__The task__:
Look down the entries below and report how many lines hold the string "batch"; write nothing else.

(Stored items)

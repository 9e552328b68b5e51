package monitor

import "math"

// sensor is what is kept of one.
type sensor struct {
	key              Key
	ofMap            bool // no sensor: a comparison with the map
	last             int64
	lastM            float64
	taken            int
	mean, meanSquare float64
	spread           chart
	shift            [4]chart // of the first component high and low, of the second
	rows             int
	isolated         bool
	isolatedAt       int64
	// insistedFor is how many measurements it has sent since it insists on its
	// alarm, witnesses how many other sensors have sent since then that were not
	// insisting, and clearFor how many it has sent since it was not.
	insistedFor, witnesses, clearFor int
}

func newSensor(k Key) sensor {
	s := sensor{key: k, spread: chart{what: spread}}
	for i := range s.shift {
		s.shift[i].what = high + statistic(i%2)
	}
	return s
}

// recent is over how many measurements mean and mean square go.
const recent = 60

func (s *sensor) take(at int64, scores, ratios []float64, everyS float64) {
	s.rows = max(s.rows, len(scores))
	s.taken++
	// As many charts as there are share the false alarms out.
	each := float64(1+2*s.rows) * everyS
	if s.ofMap {
		each = everyS
	}
	var mean, square float64
	for row, z := range scores {
		s.spread.add(at, widening(z, ratios, row), each)
		if !s.ofMap {
			s.shift[2*row].take(at, z, each)
			s.shift[2*row+1].take(at, z, each)
		}
		mean += z / float64(len(scores))
		square += z * z / float64(len(scores))
	}
	w := 1 / math.Min(float64(s.taken), recent)
	s.mean += float64(w * (mean - s.mean))
	s.meanSquare += float64(w * (square - s.meanSquare))
	switch {
	case s.insists():
		s.insistedFor, s.clearFor = s.insistedFor+1, 0
	case s.alarmed():
		s.insistedFor, s.witnesses, s.clearFor = 0, 0, 0
	default:
		s.insistedFor, s.witnesses, s.clearFor = 0, 0, s.clearFor+1
	}
}

// insists reports whether what alarmed a sensor goes on: a sum that stays near
// its threshold, and is not on its way back to 0.
func (s *sensor) insists() bool {
	if s.spread.insists() {
		return true
	}
	for i := range s.shift {
		if s.shift[i].insists() {
			return true
		}
	}
	return false
}

// A sum on its way back falls by 0.32 nats a score for spread and by 1.1 for a
// shift: below insisting of a threshold of 12 within 8.
const insisting = 0.8

func (c *chart) insists() bool { return c.alarmed && c.sum >= insisting*c.limit }

func (s *sensor) alarmed() bool {
	if s.spread.alarmed {
		return true
	}
	for i := range s.shift {
		if s.shift[i].alarmed {
			return true
		}
	}
	return false
}

// A sensor is isolated when it has insisted on its alarm for isolateAfter
// measurements, while others sent as many and none of them insists on one: if two
// disagree with the belief, the belief may be wrong. The count begins anew for
// all when one is isolated, since the belief has to come back from it. It is
// readmitted when its alarms have ended and readmitAfter more measurements, which
// were only tried, raised none.
const (
	isolateAfter = 10
	readmitAfter = 10
)

// isolate applies the rule after a measurement of sensor i.
func (m *Monitor) isolate(i int, at int64) {
	s := &m.sensors[i]
	if s.isolated {
		if s.clearFor >= readmitAfter {
			s.isolated = false
		}
		return
	}
	others := false
	for j := range m.sensors {
		o := &m.sensors[j]
		if j == i || o.isolated || o.ofMap {
			continue
		}
		others = others || o.insists()
		if o.insists() && !s.insists() {
			o.witnesses++
		}
	}
	if !others && s.insistedFor >= isolateAfter && s.witnesses >= isolateAfter {
		s.isolated, s.isolatedAt, s.clearFor = true, at, 0
		for j := range m.sensors {
			m.sensors[j].insistedFor, m.sensors[j].witnesses = 0, 0
		}
	}
}

// alarms are those of a sensor that hold now.
func (s *sensor) alarms() (out []Alarm) {
	if s.spread.alarmed {
		out = append(out, s.spread.alarm(Spread, s.key))
	}
	var worst *chart // of the shifts: the one that began first
	for i := range s.shift {
		if c := &s.shift[i]; c.alarmed && (worst == nil || c.raised < worst.raised) {
			worst = c
		}
	}
	if worst != nil {
		out = append(out, worst.alarm(Bias, s.key))
	}
	if s.isolated {
		a := Alarm{Kind: Isolated, Key: s.key, RaisedNS: s.isolatedAt, BeganNS: s.isolatedAt}
		for _, o := range out {
			a.Evidence, a.Threshold = math.Max(a.Evidence, o.Evidence), math.Max(a.Threshold, o.Threshold)
			a.BeganNS = min(a.BeganNS, o.BeganNS)
		}
		out = append(out, a)
	}
	return out
}

// alarm is what a chart says.
func (c *chart) alarm(kind Kind, k Key) Alarm {
	return Alarm{Kind: kind, Key: k, RaisedNS: c.raised, BeganNS: c.began, Evidence: c.sum, Threshold: c.limit}
}
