// TestUpload proves that a map that is uploaded can be driven on at once and
// after the server was started again; that one that is replaced stays open for
// the drives that are on it, which are told, and is closed with the last; and
// that a configured map can be replaced, too.
func TestUpload(t *testing.T) {
	folder := t.TempDir()
	var s shelf
	configured := sea()
	var closed atomic.Bool
	configured.Close = func() error { closed.Store(true); return nil }
	_, conn := serve(t, Config{MaxCells: 1000, Maps: []Map{configured}, Uploads: s.uploads(folder)})
	ask := leadlinev1.NewPositionServiceClient(conn)
	ctx := limited(t)
	on := func(vehicle, name string) *leadlinev1.DriveHeader {
		h := header(vehicle)
		h.Map = name
		return h
	}
	first, err := put(ctx, conn, beginning("bay", "plane one"), "plane one")
	if err != nil || first.GetName() != "bay" || first.GetFingerprint() != "one" || first.GetKind() != leadlinev1.MapKind_MAP_KIND_HEIGHTS || first.GetSource() != "invented" || first.GetFrame() == "" {
		t.Fatalf("uploaded: %v, %v", first, err)
	}
	evs := voyage(1, 4)
	st, o := openRaw(t, conn, &leadlinev1.Open{Header: on("old", "bay"), Drive: "d"})
	if o.GetMapFingerprint() != "one" {
		t.Errorf("opened on %q", o.GetMapFingerprint())
	}
	if err := st.Send(batch(1, evs[:2]...)); err != nil {
		t.Fatal(err)
	}
	b := beginning("bay", "plane two")
	_, err = put(ctx, conn, b, "plane two")
	wantStatus(t, "a second one", err, codes.AlreadyExists, `there is a map "bay" here`)
	b.Replace = true
	second, err := put(ctx, conn, b, "plane two")
	if err != nil || second.GetFingerprint() != "two" || second.GetSessions() != 0 || second.GetOlderSessions() != 1 {
		t.Errorf("replaced: %v, %v", second, err)
	}
	if n := s.open.Load(); n != 2 {
		t.Errorf("%d maps are open while a drive is on the old one, want 2", n)
	}
	// The drive goes on, and is told; another is on the new one.
	if err := st.Send(batch(2, evs[2:]...)); err != nil {
		t.Fatal(err)
	}
	if err := st.Send(ending); err != nil {
		t.Fatal(err)
	}
	var word *leadlinev1.Closed
	for word == nil {
		m, err := st.Recv()
		if err != nil {
			t.Fatal(err)
		}
		word = m.GetClosed()
	}
	if p := word.GetPosterior(); p.GetNewerMapFingerprint() != "two" || p.GetMapFingerprint() != "one" || word.GetAccepted() != uint64(len(evs)) {
		t.Errorf("closed %v", word)
	}
	if c, err := fed(ctx, conn, client.Drive{Header: on("new", "bay")}, evs); err != nil || c.GetPosterior().GetMapFingerprint() != "two" || c.GetPosterior().GetNewerMapFingerprint() != "" {
		t.Errorf("a new drive: %v, %v", c, err)
	}
	l, err := ask.ListVehicles(ctx, &leadlinev1.ListVehiclesRequest{})
	if err != nil || l.GetVehicles()[1].GetNewerMapFingerprint() != "two" || l.GetVehicles()[0].GetNewerMapFingerprint() != "" {
		t.Errorf("listed %v, %v", l, err)
	}
	// The last drive on the old one makes way: it is closed.
	if _, err := fed(ctx, conn, client.Drive{Header: on("old", "sea")}, evs); err != nil {
		t.Fatal(err)
	}
	for wait := time.Now(); s.open.Load() != 1; time.Sleep(time.Millisecond) {
		if time.Since(wait) > 10*time.Second {
			t.Fatalf("%d maps are open, want 1", s.open.Load())
		}
	}
	d, err := ask.DescribeMap(ctx, &leadlinev1.DescribeMapRequest{Map: "bay"})
	if err != nil || d.GetMap().GetSessions() != 1 || d.GetMap().GetOlderSessions() != 0 {
		t.Errorf("described: %v, %v", d, err)
	}
	// A configured one is replaced; nobody was left on it but "old".
	b = beginning("sea", "plane three")
	b.Replace = true
	if _, err := put(ctx, conn, b, "plane three"); err != nil || closed.Load() {
		t.Errorf("the sea is replaced: %v; closed %v under its drive", err, closed.Load())
	}
	if got := files(t, folder); !slices.Equal(got, []string{"bay.heights.x", "sea.heights.x"}) {
		t.Errorf("the folder holds %q", got)
	}
	ms, err := ask.ListMaps(ctx, &leadlinev1.ListMapsRequest{})
	if err != nil || len(ms.GetMaps()) != 2 || ms.GetMaps()[1].GetFingerprint() != "three" || ms.GetMaps()[1].GetOlderSessions() != 1 {
		t.Errorf("listed: %v, %v", ms, err)
	}

	// Another server finds them, and clears away what was left unfinished or is
	// no map.
	for name, content := range map[string]string{part + "1.heights.x": "pla", "torn.heights.x": "damaged", "notes.txt": "", "hard.roads.x": "panic", "bay.roads.x": "roads r"} {
		if err := os.WriteFile(filepath.Join(folder, name), []byte(content), 0o600); err != nil {
			t.Fatal(err)
		}
	}
	_, conn2 := serve(t, Config{MaxCells: 1000, Maps: []Map{sea()}, Uploads: s.uploads(folder)})
	ms2, err := leadlinev1.NewPositionServiceClient(conn2).ListMaps(ctx, &leadlinev1.ListMapsRequest{})
	if err != nil || len(ms2.GetMaps()) != 2 || ms2.GetMaps()[0].GetFingerprint() != "two" || ms2.GetMaps()[1].GetFingerprint() != "three" {
		t.Errorf("after another start: %v, %v", ms2, err)
	}
	if got := files(t, folder); slices.Contains(got, part+"1.heights.x") || !slices.Contains(got, "torn.heights.x") {
		t.Errorf("the folder holds %q", got)
	}
}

__Result of the exercise__:
2